Hi Vinu,
AC coupling capacitors are basically high pass filters. Increasing the
capacitor value will lower the cut off frequency of the filter.
How does that help in baseline wander? Do you mean increased baseline wander
implies excitation of lower frequencies?
Regards
Amit
-----Original Message-----
From: si-list-bounce@xxxxxxxxxxxxx [mailto:si-list-bounce@xxxxxxxxxxxxx] On ;
Behalf Of Vinu Arumugham
Sent: 13 August 2018 22:49
To: si-list@xxxxxxxxxxxxx
Subject: [SI-LIST] Re: PCI Express 265nF vs. SATA 10nF vs. USB 100nF DC
blocking caps
Baseline wander.
8B/10B code based systems have short run length (number of consecutive 1s or
0s) and is DC balanced over short intervals. Smaller capacitors are ok.
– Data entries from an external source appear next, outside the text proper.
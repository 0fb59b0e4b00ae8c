import type { Command } from "commander";
import { mergeShards, readShardSet, runSummaryRecord, writeFileAtomic, type Candidate } from "@chirpsieve/core";
import { CANDIDATE_CAUTION, chooseCandidateFormat, renderCandidates } from "../candidateFormat.js";
import { checkFilePlan } from "../outputPath.js";

interface MergeFlags {
  out?: string;
  format?: string;
  json?: boolean;
  quiet?: boolean;
}

/** Registers `chirpsieve merge <dir|files...>`: puts the shards of a `scan --shard` run back together. */
export function registerMerge(program: Command): void {
  program
    .command("merge")
    .description(
      "Merge the shards of a `chirpsieve scan --shard I/N` run into the result one unsharded scan gives: checks that " +
        "they belong to one run and cover it exactly once, then clusters across shard boundaries. " +
        "Reported peaks are candidates, not detections.",
    )
    .argument("<dir-or-files...>", "a folder of shard outputs, or the shards' .jsonl (or .manifest.json) files")
    .option("--out <file>", "write the merged candidates to this file (format from --format or the extension: .jsonl, .csv, .txt)")
    .option("--format <fmt>", "table, jsonl or csv (default: table on a terminal, jsonl otherwise)")
    .option("--json", "same as --format jsonl to stdout")
    .option("--quiet", "no message on stderr")
    .action(async (paths: string[], flags: MergeFlags) => {
      runMerge(paths, flags);
    });
}


function runMerge(paths: string[], flags: MergeFlags): void {
  const wallStart = performance.now();
  const format = chooseCandidateFormat(flags);
  if (flags.out) {
    // Every shard's manifest and record file is an input: --out must be none of them.
    const inputs = readShardSet(paths).flatMap((f) => [
      { flag: "shard manifest", path: f.manifestPath },
      { flag: "shard record file", path: f.candidatesPath },
    ]);
    checkFilePlan({ inputs, outputs: [{ flag: "--out", path: flags.out }] });
  }
  const m = mergeShards(paths);
  const candidates: Candidate[] = m.candidates;
  const summary = runSummaryRecord(
    {
      inputs: m.inputs.map((input, i) => {
        const covered = m.perInput[i];
        return {
          file: input.file,
          segments: covered?.segments ?? input.segments,
          segmentSamples: input.segmentSamples,
          sampleRate: input.sampleRate,
          analysedSeconds: covered?.analysedSeconds ?? 0,
          dataSeconds: input.samples / input.sampleRate,
          leadInSeconds: input.leadInSeconds,
          tailSeconds: input.tailSeconds,
          skippedSeconds: covered?.skippedSeconds ?? 0,
          skipped: covered?.skipped ?? [],
          lostToEdgesSeconds: input.lostToEdgesSeconds,
          gates: covered?.gates ?? [],
          threads: m.threads,
        };
      }),
      templates: m.search.templates,
      bank: typeof m.arguments.bank === "string" ? m.arguments.bank : `${m.search.templates} templates (sha256 ${m.search.bankSha256.slice(0, 12)}…)`,
      candidates: candidates.length,
      minSnr: m.search.snrThreshold,
      chi2Allowance: m.search.chi2Allowance,
      fMinHz: m.search.fMinHz,
      psd: m.search.psd,
      fftBackend: m.search.fftBackend,
      wallSeconds: (performance.now() - wallStart) / 1000,
      caution: CANDIDATE_CAUTION,
    },
    { shards: m.shards, shardBy: m.by, runId: m.runId },
  );
  const text = renderCandidates(format, candidates, summary);
  if (flags.out) writeFileAtomic(flags.out, text);
  else process.stdout.write(text);
  if (flags.out && !flags.quiet) {
    process.stderr.write(`chirpsieve: ${m.shards} shards merged: ${candidates.length} candidate(s) written to ${flags.out}\n`);
  }
}
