// Headless Chromium (Debian's `apt-get install chromium`) for the browser checks of the report and plots.
import { spawnSync } from "node:child_process";
import { writeFileSync } from "node:fs";
import { join } from "node:path";
import { it } from "vitest";

/** The Chromium binary, if present. */
export function findChromium(): string | null {
  for (const name of ["chromium", "chromium-browser"]) {
    const r = spawnSync(name, ["--version"], { encoding: "utf8" });
    if (r.status === 0) return name;
  }
  return null;
}

/** Without chromium: a failing test under CI=true, else a warning (the browser checks are skipped). */
export function requireChromiumUnderCi(chromium: string | null, file: string): void {
  if (chromium) return;
  if (process.env.CI === "true") {
    it("needs chromium under CI", () => {
      throw new Error("chromium is not installed: the CI script must run `apt-get install -y chromium`");
    });
  } else {
    console.warn(`${file}: skipping the browser check: chromium not found (install it with \`apt-get install chromium\`)`);
  }
}

/**
 * Loads `html` (written to DIR/NAME) in headless Chromium and returns the JSON a page script left in
 * `<pre id="check-result">`, Chromium's exit status and its stderr (console messages).
 */
export function checkInChromium(chromium: string, dir: string, name: string, html: string): { status: number | null; stderr: string; result: unknown } {
  const page = join(dir, name);
  writeFileSync(page, html);
  const r = spawnSync(
    chromium,
    [
      "--headless",
      "--no-sandbox",
      "--disable-gpu",
      "--disable-quic",
      "--no-first-run",
      "--disable-background-networking",
      "--disable-component-update",
      "--disable-sync",
      `--user-data-dir=${join(dir, `profile-${name}`)}`,
      "--enable-logging=stderr",
      "--v=0",
      "--virtual-time-budget=5000",
      "--dump-dom",
      `file://${page}`,
    ],
    { encoding: "utf8", timeout: 60_000 },
  );
  const m = /<pre id="check-result">([^<]*)<\/pre>/.exec(r.stdout ?? "");
  const result = m ? JSON.parse(m[1].replace(/&quot;/g, '"').replace(/&lt;/g, "<").replace(/&gt;/g, ">").replace(/&amp;/g, "&")) : null;
  return { status: r.status, stderr: r.stderr ?? "", result };
}

/** Console errors Chromium logged for the page (CONSOLE lines on stderr). */
export function consoleErrors(stderr: string): string[] {
  return stderr.split("\n").filter((l) => /CONSOLE/.test(l) && /error/i.test(l));
}

/**
 * Relative luminance of a CSS colour as the browser reports it ("rgb(r, g, b)"), from the sRGB
 * transfer function and the Rec. 709 weights: W3C, Web Content Accessibility Guidelines (WCAG) 2.1
 * (2018), definition of "relative luminance" (its linear-segment threshold 0.03928, or sRGB's 0.04045,
 * select the same 8-bit values).
 */
export function relativeLuminance(css: string): number {
  const m = /^rgba?\((\d+),\s*(\d+),\s*(\d+)/.exec(css);
  if (!m) throw new Error(`not an rgb() colour: ${css}`);
  const lin = (c: string): number => {
    const v = Number(c) / 255;
    return v <= 0.04045 ? v / 12.92 : ((v + 0.055) / 1.055) ** 2.4;
  };
  return 0.2126 * lin(m[1]) + 0.7152 * lin(m[2]) + 0.0722 * lin(m[3]);
}

/** WCAG 2.1 contrast ratio (L_lighter + 0.05) / (L_darker + 0.05) of two relative luminances. */
export function contrastRatio(a: number, b: number): number {
  return (Math.max(a, b) + 0.05) / (Math.min(a, b) + 0.05);
}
Scrambler based systems can have longer run lengths and DC balance is achieved
over a longer interval. Larger capacitors are needed.
Thanks,
Vinu
On 08/13/2018 01:55 AM, Hermann Ruckerbauer wrote:
Hello,
as there are just some discussions about DC blocking caps (AC coupling
caps) for PCIe I would have another question.
PCIe suggests 100nF for Gen1/2 and updated this to up to 265nF for
Gen3 (guess Gen4/5 will not change) SATA had 10nF for Gen3 @ 6Gb/s I
think USB still stays with 100nF, even for 10Gb/s
what is the real driver and the impact of the height of the Value of
the required capacitor?
What is the impact of a too small/to large capacitor on Signal integrity ?
Anybody to share some insight on this one?